REQUIRED ACTION
Return only those lines of the listing that hold the word "raises".

DATASET CONTENT
□ □ □ □ □

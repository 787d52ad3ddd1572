"""Files that can't be read at all, and what YAML would have done to a text."""

from pathlib import Path

import pytest

from sheets.errors import InputError
from sheets.machine.loading import load_machine, load_site, parse_machine
from sheets.machine.reading import read_text

BOMB = b"a: &a [x, x, x, x, x, x, x, x, x]\n" + b"".join(
    f"{name}: &{name} [{', '.join(['*' + before] * 9)}]\n".encode()
    for before, name in zip("abcdefgh", "bcdefghi", strict=True)
)

CASES = [
    ("empty", b"", 1, "empty"),
    ("comments only", b"# nothing\n# at all\n", 1, "empty"),
    ("too large", b"a: 1\n" + b"# much ado\n" * 100_000, 1, "1100005 bytes"),
    ("alias bomb", BOMB, 1, "anchor"),
    ("alias", b"a: 1\nb: *a\n", 2, "alias"),
    ("tag", b"a: 1\nb: !!python/name:os.system\n", 2, "tag"),
    ("two documents", b"a: 1\n---\nb: 1\n", 2, "second document"),
    ("tab", b"a:\n\tb: 1\n", 2, "tab"),
    ("not UTF-8", b"a: 1\nb: \xff\n", 2, "UTF-8"),
    ("two bytes a sign", "a: 1".encode("utf-16"), 1, "UTF-8"),
    ("a text", b"machine\n", 1, "keys"),
    ("a list", b"- a\n- b\n", 1, "keys"),
    ("list as a key", b"a: 1\n? [b]\n: 1\n", 2, "key"),
    ("very deep", b"a: " + b"[" * 5000, 1, "levels deep"),
    ("open bracket", b"a: [1, 2\nb: 3\n", 2, "bracket"),
    ("open quotation mark", b"a: 1\nb: 'x\nc: 1\nd: 2\n", 2, "quotation mark"),
    ("two colons", b"a: 1\nb: c: d\n", 2, "colon"),
    ("no colon", b"a: 1\nb\nc: 2\n", 2, "colon"),
    ("control character", b"a: 1\nb: \x07\n", 2, "character"),
]


@pytest.mark.parametrize(("source", "line", "what"), [pytest.param(*case[1:], id=case[0]) for case in CASES])
def test_refused_with_its_line(source: bytes, line: int, what: str) -> None:
    with pytest.raises(InputError) as caught:
        parse_machine(source, "small.yaml")

    (problem,) = caught.value.problems
    assert problem.where == f"small.yaml, line {line}"
    assert what in problem.what
    assert problem.fix.strip()


def test_everything_stays_a_text() -> None:
    text = read_text(b"NO: NO\ntime: 1:30\nnone: ~\nnull: null\noctal: 010\nday: 2026-01-31\nyes: on\n", "x")

    assert text.data == {
        "NO": "NO",
        "time": "1:30",
        "none": "~",
        "null": "null",
        "octal": "010",
        "day": "2026-01-31",
        "yes": "on",
    }


def test_traps_reach_the_machine_as_written(small_text: str) -> None:
    text = small_text.replace("tag: T-01", "tag: NO").replace("area: Bench", "area: 1:30")

    machine = parse_machine(text.encode(), "small.yaml")

    assert (machine.tag, machine.area) == ("NO", "1:30")


def test_line_ends_and_byte_order_mark_change_nothing(small_text: str) -> None:
    plain = parse_machine(small_text.encode(), "small.yaml")

    assert parse_machine(small_text.replace("\n", "\r\n").encode("utf-8-sig"), "small.yaml") == plain


def test_lines_of_keys_and_list_places() -> None:
    text = read_text(b"# first\na:\n  b: 1\n  c:\n    - x\n    - {d: 1}\n", "x")

    assert text.lines == {
        (): 1,
        ("a",): 2,
        ("a", "b"): 3,
        ("a", "c"): 4,
        ("a", "c", 0): 5,
        ("a", "c", 1): 6,
        ("a", "c", 1, "d"): 6,
    }


@pytest.mark.parametrize("load", [load_machine, load_site])
def test_file_that_is_not_there(tmp_path: Path, load: object) -> None:
    for path in (tmp_path / "nowhere.yaml", tmp_path):
        with pytest.raises(InputError) as caught:
            load(path)  # type: ignore[operator]  # one of two functions of the same shape

        assert path.name in str(caught.value)
        assert caught.value.problems[0].fix


def test_what_is_loaded_is_kept_as_bytes(tmp_path: Path, small_text: str) -> None:
    path = tmp_path / "small.yaml"
    path.write_bytes(small_text.encode())

    loaded = load_machine(path)

    assert (loaded.name, loaded.source) == ("small.yaml", small_text.encode())
    assert loaded.machine == parse_machine(small_text.encode(), "another name")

□ □ □ □ □

TASK RESPONSE
    with pytest.raises(InputError) as caught:
        with pytest.raises(InputError) as caught:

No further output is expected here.